WASHINGTON, Aug. 2 — A federal judge gave the government 15 days Friday to disclose the names of people detained in the investigation of the Sept. 11 terrorist attacks. In an extraordinary attack on the judiciary, the Justice Department denounced the judge, saying her order “increases the risk of future terrorist threats to our nation.”

       “THE FEDERAL GOVERNMENT’S power to arrest and hold individuals is an extraordinary one,” U.S. District Judge Gladys Kessler said in a 45-page ruling. “Here, the government has used its arrest power to detain individuals as part of an investigation that is widespread in its scope and secrecy.”
      Kessler said she would allow only two exceptions. On a case-by-case basis, she will consider allowing the government to keep a detainee’s name secret if the detainee is a material witness to a terror investigation. And she said she would allow the government to withhold a name if the detainee requested it.
      Kessler also ordered the government to release the names of attorneys representing the detainees. She said lawyers, unlike suspects, have no expectation of privacy and are well equipped to “handle their own affairs.”
      But Kessler did uphold the government’s right to keep secret the locations where detainees are being held. She said there was a significant risk that those prisons could be targeted by people angered by the detentions.

SECRET ARRESTS WRONG
      Kessler wrote that government affidavits “nowhere declare that some or all of the detainees have connections to terrorism,” meaning it was “pure speculation” that identifying them would harm an investigation of alleged terrorist activity.
      Such secret arrests are “a concept odious to a democratic society,” Kessler wrote, quoting from a ruling in a 1969 case.
      She found that while Sept. 11 was “truly a day of infamy in our national history,” the judicial system was obligated to “ensure that our government always operates within the scrutiny and constitutional constraints which distinguish a democracy from a dictatorship.”
      The Justice Department did not not immediately say whether it would appeal the ruling. But in a remarkably pointed statement it released late Friday afternoon, government lawyers excoriated Kessler’s order.
      “The Department of Justice believes today’s ruling impedes one of the most important federal law enforcement investigations in history, harms our efforts to bring to justice those responsible for the heinous attacks of September 11 and increases the risk of future terrorist threats to our nation,” the department said.  

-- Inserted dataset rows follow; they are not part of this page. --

package fault

import (
	"math"

	"boardproof/checker/units"
	"boardproof/checker/working"
)

// FeederImpedanceFromPowerFormula is Z_Q from the fault level.
var FeederImpedanceFromPowerFormula = working.Formula{
	ID: "fault.feeder_impedance_from_power", Symbol: "Z_Q", Name: "impedance of the feeding network",
	Equation: "{c_Q}·{U_nQ}²/{S\"_kQ}", Source: iec60909("6.2, eq. (6)", recomputed),
	Range: []working.Interval{factorOf("c_Q"), voltageOf("U_nQ"), powerOf("S\"_kQ")},
	Note:  "c of the feeder's own bus: 1.1 for the largest, 1.0 for the smallest current above 1 kV",
}

// FeederImpedanceFromPower returns the impedance of the feeding network at its own voltage.
//
//	Z_Q = c_Q·U_nQ² / S"_kQ
//
// Source: IEC 60909-0 6.2; confirmed by testdata/iec60909/reference-cases.yaml and
// lv-exercise.yaml.
func FeederImpedanceFromPower(c units.Ratio, nominal units.Volt, faultLevel units.VoltAmpere) (units.Ohm, error) {
	f := &FeederImpedanceFromPowerFormula
	if err := f.CheckRange(float64(c), float64(nominal), float64(faultLevel)); err != nil {
		return 0, err
	}
	return finite[units.Ohm](f, float64(c)*float64(nominal)*float64(nominal)/float64(faultLevel))
}

// FeederImpedanceFromCurrentFormula is Z_Q from the initial short-circuit current.
var FeederImpedanceFromCurrentFormula = working.Formula{
	ID: "fault.feeder_impedance_from_current", Symbol: "Z_Q", Name: "impedance of the feeding network",
	Equation: "{c_Q}·{U_nQ}/(√3·{I\"_kQ})", Source: iec60909("6.2, eq. (6)", recomputed),
	Range: []working.Interval{factorOf("c_Q"), voltageOf("U_nQ"), currentOf("I\"_kQ")},
	Note:  "c of the feeder's own bus: 1.1 for the largest, 1.0 for the smallest current above 1 kV",
}

// FeederImpedanceFromCurrent returns the impedance of the feeding network at its own voltage.
//
//	Z_Q = c_Q·U_nQ / (√3·I"_kQ)
//
// Source: IEC 60909-0 6.2; confirmed by testdata/iec60909/tr60909-4.yaml (Z_Qt of clauses 3
// and 4, as published).
func FeederImpedanceFromCurrent(c units.Ratio, nominal units.Volt, current units.Ampere) (units.Ohm, error) {
	f := &FeederImpedanceFromCurrentFormula
	if err := f.CheckRange(float64(c), float64(nominal), float64(current)); err != nil {
		return 0, err
	}
	return finite[units.Ohm](f, float64(c)*float64(nominal)/(math.Sqrt(3)*float64(current)))
}

// FeederReactanceFormula is X_Q when R_Q/X_Q is stated.
var FeederReactanceFormula = working.Formula{
	ID: "fault.feeder_reactance", Symbol: "X_Q", Name: "reactance of the feeding network",
	Equation: "{Z_Q}/√(1 + ({R_Q/X_Q})²)", Source: iec60909("6.2, eq. (7)", recomputed),
	Range: []working.Interval{impedanceOf("Z_Q"), rOverXOf("R_Q/X_Q")},
}

// FeederReactance returns the reactance of the feeding network from its impedance.
//
//	X_Q = Z_Q / √(1 + (R_Q/X_Q)²)
//
// Source: IEC 60909-0 6.2; confirmed by testdata/iec60909/reference-cases.yaml.
func FeederReactance(impedance units.Ohm, rOverX units.Ratio) (units.Ohm, error) {
	return reactanceOfImpedance(&FeederReactanceFormula, impedance, rOverX)
}

// FeederResistanceFormula is R_Q.
var FeederResistanceFormula = working.Formula{
	ID: "fault.feeder_resistance", Symbol: "R_Q", Name: "resistance of the feeding network",
	Equation: "{X_Q}·{R_Q/X_Q}", Source: working.Source{Status: identity},
	Range: []working.Interval{partOf("X_Q"), rOverXOf("R_Q/X_Q")},
}

// FeederResistance returns the resistance of the feeding network from its reactance.
//
//	R_Q = X_Q · R_Q/X_Q
//
// Source: definition; confirmed by testdata/iec60909/reference-cases.yaml.
func FeederResistance(reactance units.Ohm, rOverX units.Ratio) (units.Ohm, error) {
	return resistanceOfReactance(&FeederResistanceFormula, reactance, rOverX)
}

// FeederReactanceUnstatedFormula is X_Q when nobody states R_Q/X_Q.
var FeederReactanceUnstatedFormula = working.Formula{
	ID: "fault.feeder_reactance_unstated", Symbol: "X_Q", Name: "reactance of the feeding network",
	Equation: "0.995·{Z_Q}", Source: iec60909("6.2", recomputed),
	Range: []working.Interval{impedanceOf("Z_Q")}, Note: "the standard's values for a network whose R/X is not known",
}

// FeederReactanceUnstated returns the reactance of a feeding network whose R/X is not known.
//
//	X_Q = 0.995·Z_Q
//
// Source: IEC 60909-0 6.2; confirmed by testdata/iec60909/tr60909-4.yaml (Z_Qt as published).
func FeederReactanceUnstated(impedance units.Ohm) (units.Ohm, error) {
	f := &FeederReactanceUnstatedFormula
	if err := f.CheckRange(float64(impedance)); err != nil {
		return 0, err
	}
	return finite[units.Ohm](f, 0.995*float64(impedance))
}

// FeederROverXUnstated is R_Q/X_Q of a feeding network whose ratio is not known, to go with
// [FeederReactanceUnstated].
const FeederROverXUnstated units.Ratio = 0.1

// FeederROverXUnstatedSource says where [FeederROverXUnstated] comes from.
var FeederROverXUnstatedSource = iec60909("6.2", recomputed)

// TransformationRatioFormula is t_r.
var TransformationRatioFormula = working.Formula{
	ID: "fault.transformation_ratio", Symbol: "t_r", Name: "rated transformation ratio",
	Equation: "{U_rTHV}/{U_rTLV}", Source: iec60909("6.2", recomputed),
	Range: []working.Interval{voltageOf("U_rTHV"), voltageOf("U_rTLV")},
}

// RatedVoltages are the rated voltages of the two windings of a transformer.
type RatedVoltages struct {
	High, Low units.Volt
}

// TransformationRatio returns the ratio of the rated voltages of a transformer.
//
//	t_r = U_rTHV / U_rTLV
//
// Source: IEC 60909-0 6.2; confirmed by testdata/iec60909/tr60909-4.yaml.
func TransformationRatio(v RatedVoltages) (units.Ratio, error) {
	f := &TransformationRatioFormula
	if err := f.CheckRange(float64(v.High), float64(v.Low)); err != nil {
		return 0, err
	}
	return finite[units.Ratio](f, float64(v.High)/float64(v.Low))
}

// ReferredResistanceFormula and ReferredReactanceFormula are the parts of Z_Q seen from the
// low-voltage side.
var (
	ReferredResistanceFormula = working.Formula{
		ID: "fault.referred_resistance", Symbol: "R_Qt", Name: "resistance of the feeding network, low-voltage side",
		Equation: "{R_Q}/{t_r}²", Source: iec60909("6.2, eq. (6)", recomputed),
		Range: []working.Interval{partOf("R_Q"), limits[units.Ratio]("t_r", 1e-3, 1e4)},
	}
	ReferredReactanceFormula = working.Formula{
		ID: "fault.referred_reactance", Symbol: "X_Qt", Name: "reactance of the feeding network, low-voltage side",
		Equation: "{X_Q}/{t_r}²", Source: iec60909("6.2, eq. (6)", recomputed),
		Range: []working.Interval{partOf("X_Q"), limits[units.Ratio]("t_r", 1e-3, 1e4)},
	}
)

// ReferredResistance returns a resistance seen through a transformer.
//
//	R_Qt = R_Q / t_r²
//
// Source: IEC 60909-0 6.2; confirmed by testdata/iec60909/tr60909-4.yaml.
func ReferredResistance(resistance units.Ohm, ratio units.Ratio) (units.Ohm, error) {
	return referred(&ReferredResistanceFormula, resistance, ratio)
}

// ReferredReactance returns a reactance seen through a transformer.
//
//	X_Qt = X_Q / t_r²
//
// Source: IEC 60909-0 6.2; confirmed by testdata/iec60909/tr60909-4.yaml.
func ReferredReactance(reactance units.Ohm, ratio units.Ratio) (units.Ohm, error) {
	return referred(&ReferredReactanceFormula, reactance, ratio)
}

func referred(f *working.Formula, part units.Ohm, ratio units.Ratio) (units.Ohm, error) {
	if err := f.CheckRange(float64(part), float64(ratio)); err != nil {
		return 0, err
	}
	return finite[units.Ohm](f, float64(part)/(float64(ratio)*float64(ratio)))
}

// ReferredCurrentFormula is the current in the lines on the high-voltage side.
var ReferredCurrentFormula = working.Formula{
	ID: "fault.referred_current", Symbol: "I_HV", Name: "current on the high-voltage side",
	Equation: "{I_LV}/{t_r}", Source: working.Source{Status: identity},
	Range: []working.Interval{currentOf("I_LV"), limits[units.Ratio]("t_r", 1e-3, 1e4)},
	Note:  "three-phase faults only: through a Dyn winding a line-to-earth current appears at 1/√3, a line-to-line current at 1.0 in one line",
}

// ReferredCurrent returns the current that a three-phase current on the low-voltage side
// makes on the high-voltage side.
//
//	I_HV = I_LV / t_r
//
// Source: definition of the ratio; confirmed by 41.8 kA at 400 V giving 1520 A at 11 kV.
func ReferredCurrent(current units.Ampere, ratio units.Ratio) (units.Ampere, error) {
	f := &ReferredCurrentFormula
	if err := f.CheckRange(float64(current), float64(ratio)); err != nil {
		return 0, err
	}
	return finite[units.Ampere](f, float64(current)/float64(ratio))
}

// reactanceOfImpedance splits an impedance by its R/X.
func reactanceOfImpedance(f *working.Formula, impedance units.Ohm, rOverX units.Ratio) (units.Ohm, error) {
	if err := f.CheckRange(float64(impedance), float64(rOverX)); err != nil {
		return 0, err
	}
	return finite[units.Ohm](f, float64(impedance)/math.Hypot(1, float64(rOverX)))
}

func resistanceOfReactance(f *working.Formula, reactance units.Ohm, rOverX units.Ratio) (units.Ohm, error) {
	if err := f.CheckRange(float64(reactance), float64(rOverX)); err != nil {
		return 0, err
	}
	return finite[units.Ohm](f, float64(reactance)*float64(rOverX))
}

        It accused Kessler of opening the door for lawyers to “provide valuable information to terrorists seeking to cause even greater harm to the safety of the American people.”
      By contrast, the ruling was welcomed by the lead attorney bringing the lawsuit, Kate Martin, director of the Center for National Security Studies.
      “The ruling is a vindication of our basic liberties: The government may not arrest people in secret, the courts will stop government abuses, and the tragic events of September 11 may not be used as an excuse to suspend basic rights and round up the most vulnerable members of our society,” she said.  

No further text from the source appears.